Manage model serving endpoints
This article describes how to manage model serving endpoints using the Serving UI and REST API. See Serving endpoints in the REST API reference.
To create model serving endpoints use one of the following:
Get the status of the model endpoint
You can check the status of an endpoint using the Serving UI or programmatically using the REST API, Databricks Workspace Client, or MLflow Deployments SDK.
Endpoint statuses can be Ready, Ready (Update failed), Not ready (Updating), Not ready (Update failed), or Not ready (Stopped). Readiness refers to whether or not an endpoint can be queried. Updated failed indicates the latest change to the endpoint was unsuccessful. Stopped means the endpoint was stopped.
- UI
- REST API
- Databricks Workspace Client
- MLflow Deployments SDK
The Serving endpoint state indicator at the top of an endpoint's details page:


GET /api/2.0/serving-endpoints/{name}
In the following example response, the state.ready field is "READY", which means the endpoint is ready to receive traffic. The state.update_state field is NOT_UPDATING and pending_config is no longer returned because the update was finished successfully.
{
"name": "unity-model-endpoint",
"creator": "customer@example.com",
"creation_timestamp": 1666829055000,
"last_updated_timestamp": 1666829055000,
"state": {
"ready": "READY",
"update_state": "NOT_UPDATING"
},
"config": {
"served_entities": [
{
"name": "my-ads-model",
"entity_name": "myCatalog.mySchema.my-ads-model",
"entity_version": "1",
"workload_size": "Small",
"scale_to_zero_enabled": false,
"state": {
"deployment": "DEPLOYMENT_READY",
"deployment_state_message": ""
},
"creator": "customer@example.com",
"creation_timestamp": 1666829055000
}
],
"traffic_config": {
"routes": [
{
"served_model_name": "my-ads-model",
"traffic_percentage": 100
}
]
},
"config_version": 1
},
"id": "xxxxxxxxxxxxxxxxxxxxxxxxxxxxxxxx",
"permission_level": "CAN_MANAGE"
}
from databricks.sdk import WorkspaceClient
w = WorkspaceClient()
endpoint = w.serving_endpoints.get(name="my-endpoint")
print(f"Endpoint state: {endpoint.state.ready}")
print(f"Update state: {endpoint.state.config_update}")
from mlflow.deployments import get_deploy_client
client = get_deploy_client("databricks")
endpoint = client.get_endpoint(endpoint="my-endpoint")
print(f"Endpoint state: {endpoint['state']}")
print(f"Endpoint config: {endpoint['config']}")
Stop a model serving endpoint
You can temporarily stop a model serving endpoint and start it later. When an endpoint is stopped:
- The resources provisioned for it are shut down.
- The endpoint is not able to serve queries until it is started again.
- Only endpoints that serve custom models and have no in-progress updates can be stopped.
- Stopped endpoints do not count against the resource quota.
- Queries sent to a stopped endpoint return a 400 error.
Stop an endpoint
- UI
- REST API
Click Stop in the upper-right corner.

POST /api/2.0/serving-endpoints/{name}/config:stop
Start an endpoint
Starting an endpoint creates a new config version with the same properties as the existing stopped config.
When you are ready to start a stopped model serving endpoint:
- UI
- REST API
Click Start in the upper-right corner.

POST /api/2.0/serving-endpoints/{name}/config:start
Delete a model serving endpoint
Deleting an endpoint disables usage and deletes all data associated with the endpoint. You cannot undo deletion.
- UI
- REST API
- MLflow Deployments SDK
Click the kebab menu at the top and select Delete.
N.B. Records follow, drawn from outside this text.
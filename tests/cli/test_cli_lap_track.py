"""`brakeheat lap TRACK.toml` (issue 17): the lap built from a track description with a scenario's car
envelope, shown as for a trace; --out writes its speed trace in the trace CSV format, which reads back."""
from __future__ import annotations

import json
import math
import shutil

import numpy as np
import pytest

from lapdata.reader import read_trace_csv
from thermo.chain.plan import base_lap
from thermo.cli.options import demo_scenario_path
from thermo.output.manifest import verify_manifest
from thermo.scenario import load_scenario
from conftest import ROOT, SMALL, cli
from test_cli_errors import assert_one_line_error

CIRCUIT = ROOT / "scenarios" / "demo_circuit.toml"
KMH = 1 / 3.6                 # m/s per km/h (SI Brochure, 9th ed.)
G = 9.80665                   # standard gravity (CGPM 1901)


@pytest.fixture(scope="module")
def built(tmp_path_factory):
    out = tmp_path_factory.mktemp("lap_out")
    code, text, err = cli(["lap", CIRCUIT, "--json", "--out", out])
    assert code == 0, err
    return json.loads(text), out


def test_the_built_lap_is_the_one_a_run_uses(built):
    data, _ = built
    run_lap = base_lap(load_scenario(demo_scenario_path()))     # demo.toml builds its laps from demo_circuit.toml
    assert data["duration_s"] == pytest.approx(run_lap.duration_s, abs=1e-3)
    assert data["built"]["top_speed_kmh"] == pytest.approx(run_lap.speed_mps.max() / KMH, abs=0.05)
    assert [s["name"] for s in data["built"]["segments"]][:2] == ["Harrier straight", "Mill hairpin"]
    assert len(data["zones"]) == 6          # six corners slower than the straights before them
    assert [c["name"] for c in data["corners"]] == ["front", "rear"]


def test_corner_speeds_follow_the_track_and_steady_cornering(built):
    data, _ = built
    segments = {s["name"]: s for s in data["built"]["segments"]}
    # a corner given by its speed is driven at that speed; it is the slowest on this circuit
    assert segments["Mill hairpin"]["v_min_kmh"] == pytest.approx(75.0, abs=0.05)
    assert data["built"]["min_speed_kmh"] == pytest.approx(75.0, abs=0.05)
    # steady cornering with downforce: v^2 / R = mu (g + rho v^2 ClA / (2 m))  (point mass; e.g.
    # Milliken & Milliken, Race Car Vehicle Dynamics, 1995, ch. 2), solved for v
    car = load_scenario(demo_scenario_path()).envelope
    for name, radius in (("Chapel bend", 32.0), ("Quarry corner", 25.0), ("Orchard left", 60.0)):
        k = car.lateral_grip_g * car.air_density_kg_m3 * car.downforce_cl_a_m2 / (2 * car.mass_kg)
        v = math.sqrt(car.lateral_grip_g * G / (1 / radius - k))
        assert segments[name]["v_min_kmh"] == pytest.approx(v / KMH, abs=0.3), name


def test_out_writes_the_speed_trace_that_reads_back(built):
    data, out = built
    assert verify_manifest(out) == []
    back = read_trace_csv(out / "lap_trace.csv")
    lap = base_lap(load_scenario(demo_scenario_path()))
    # written with 4 decimals of s and km/h, 3 of m: read back to within half the last decimal
    assert np.allclose(back.time_s, lap.time_s, atol=5e-5, rtol=0)
    assert np.allclose(back.distance_m, lap.distance_m - lap.distance_m[0], atol=5e-4, rtol=0)
    assert np.allclose(back.speed_mps / KMH, lap.speed_mps / KMH, atol=5e-5, rtol=0)
    assert np.allclose(back.accel_long_mps2, lap.accel_long_mps2, atol=5e-5, rtol=0)
    # and the lap command reads it as it read the track: the same zones and energies
    code, text, err = cli(["lap", out / "lap_trace.csv", "--json"])
    assert code == 0, err
    again = json.loads(text)
    assert len(again["zones"]) == len(data["zones"])
    for a, b in zip(again["zones"], data["zones"]):
        assert a == pytest.approx(b, rel=1e-3, abs=0.11)
    assert again["energy_per_lap_j"] == pytest.approx(data["energy_per_lap_j"], rel=1e-4)


def test_text_shows_the_built_lap():
    code, out, err = cli(["lap", CIRCUIT, "--scenario", SMALL])
    assert code == 0, err
    assert "built from" in out and "top speed" in out and "minimum speed" in out
    assert "Segments of the built lap" in out and "Braking zones" in out and "CAUTION" in out


def test_a_trace_json_has_no_built_block_and_out_copies_it(tmp_path):
    demo_lap = ROOT / "scenarios" / "demo_lap.csv"
    code, out, err = cli(["lap", demo_lap, "--json", "--out", tmp_path])
    assert code == 0, err
    assert "built" not in json.loads(out)
    original, copy = read_trace_csv(demo_lap), read_trace_csv(tmp_path / "lap_trace.csv")
    assert np.allclose(copy.pressure_front_pa, original.pressure_front_pa, atol=5.0)     # 4 decimals of bar
    assert np.allclose(copy.speed_mps, original.speed_mps, atol=1e-5)


@pytest.mark.parametrize("text, fragments", [
    ('name = "x"\n[[segments]]\nkind = "straight"\nlenght_m = 10\n', ("segment 1", "unknown key 'lenght_m'",
                                                                       "did you mean 'length_m'")),
    ('name = "x\n', ("not valid TOML",)),
    ('name = "x"\nsegmnets = []\n', ("unknown key 'segmnets'",)),
    ('name = "x"\n[[segments]]\nkind = "corner"\nlength_m = 10\n', ("segment 1", "radius_m or min_speed_kmh")),
])
def test_bad_track_is_one_line(tmp_path, text, fragments):
    track = tmp_path / "track.toml"
    track.write_text(text, encoding="utf-8")
    assert_one_line_error(*cli(["lap", track]), str(track), *fragments)
    assert not (tmp_path / "out").exists()


def test_track_options_that_do_not_apply_are_errors(tmp_path):
    assert_one_line_error(*cli(["lap", CIRCUIT, "--repair"]), "--repair", "track description")
    scenario = tmp_path / "pressure.toml"
    text = demo_scenario_path().read_text(encoding="utf-8")
    scenario.write_text(text.replace('power_method = "energy"', 'power_method = "pressure"'), encoding="utf-8")
    shutil.copy(CIRCUIT, tmp_path / CIRCUIT.name)
    assert_one_line_error(*cli(["lap", CIRCUIT, "--scenario", scenario]), str(scenario), "power_method",
                          "logged trace CSV")
    assert_one_line_error(*cli(["lap", CIRCUIT, "--out", CIRCUIT]), "--out", "is a file")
DELETE /api/2.0/serving-endpoints/{name}
from mlflow.deployments import get_deploy_client
client = get_deploy_client("databricks")
client.delete_endpoint(endpoint="chat")
Debug a model serving endpoint
Two types of logs are available to help debug issues with endpoints:
- Model server container build logs: Generated during endpoint initialization when the container is being created. These logs capture the setup phase including downloading the model, installing dependencies, and configuring the runtime environment. Use these logs to debug why an endpoint failed to start or is stuck during deployment.
- Model server logs: Generated during runtime when the endpoint is actively serving predictions. These logs capture incoming requests, model inference execution, runtime errors, and application-level logging from your model code. Use these logs to debug issues with predictions or investigate query failures.
Both log types are also accessible from the Endpoints UI in the Logs tab.
Get container build logs
For the build logs for a served model you can use the following request. See Debugging guide for Model Serving for more information.
GET /api/2.0/serving-endpoints/{name}/served-models/{served-model-name}/build-logs
{
"config_version": 1 // optional
}
Get model server logs
For the model server logs for a serve model, you can use the following request:
GET /api/2.0/serving-endpoints/{name}/served-models/{served-model-name}/logs
{
"config_version": 1 // optional
}
Manage permissions on a model serving endpoint
You must have at least the CAN MANAGE permission on a serving endpoint to modify permissions. For more information on the permission levels, see Serving endpoint ACLs.
Get the list of permissions on the serving endpoint.
databricks permissions get serving-endpoints <endpoint-id>
Grant user jsmith@example.com the CAN QUERY permission on the serving endpoint.
databricks permissions update serving-endpoints <endpoint-id> --json '{
"access_control_list": [
{
"user_name": "jsmith@example.com",
"permission_level": "CAN_QUERY"
}
]
}'
You can also modify serving endpoint permissions using the Permissions API.
Add a serverless budget policy for a model serving endpoint
This feature is in Public Preview and is not available for serving endpoints that serve External models.
Serverless budget policies allow your organization to apply custom tags on serverless usage for granular billing attribution. If your workspace uses serverless budget policies to attribute serverless usage, you can add a serverless budget policy to your model serving endpoints. See Attribute usage with serverless budget policies.
During model serving endpoint creation, you can select your endpoint's serverless budget policy from the Budget policy menu in the Serving UI. If you have a serverless budget policy assigned to you, all endpoints that you create are assigned that serverless budget policy, even if you do not select a policy from the Budget policy menu.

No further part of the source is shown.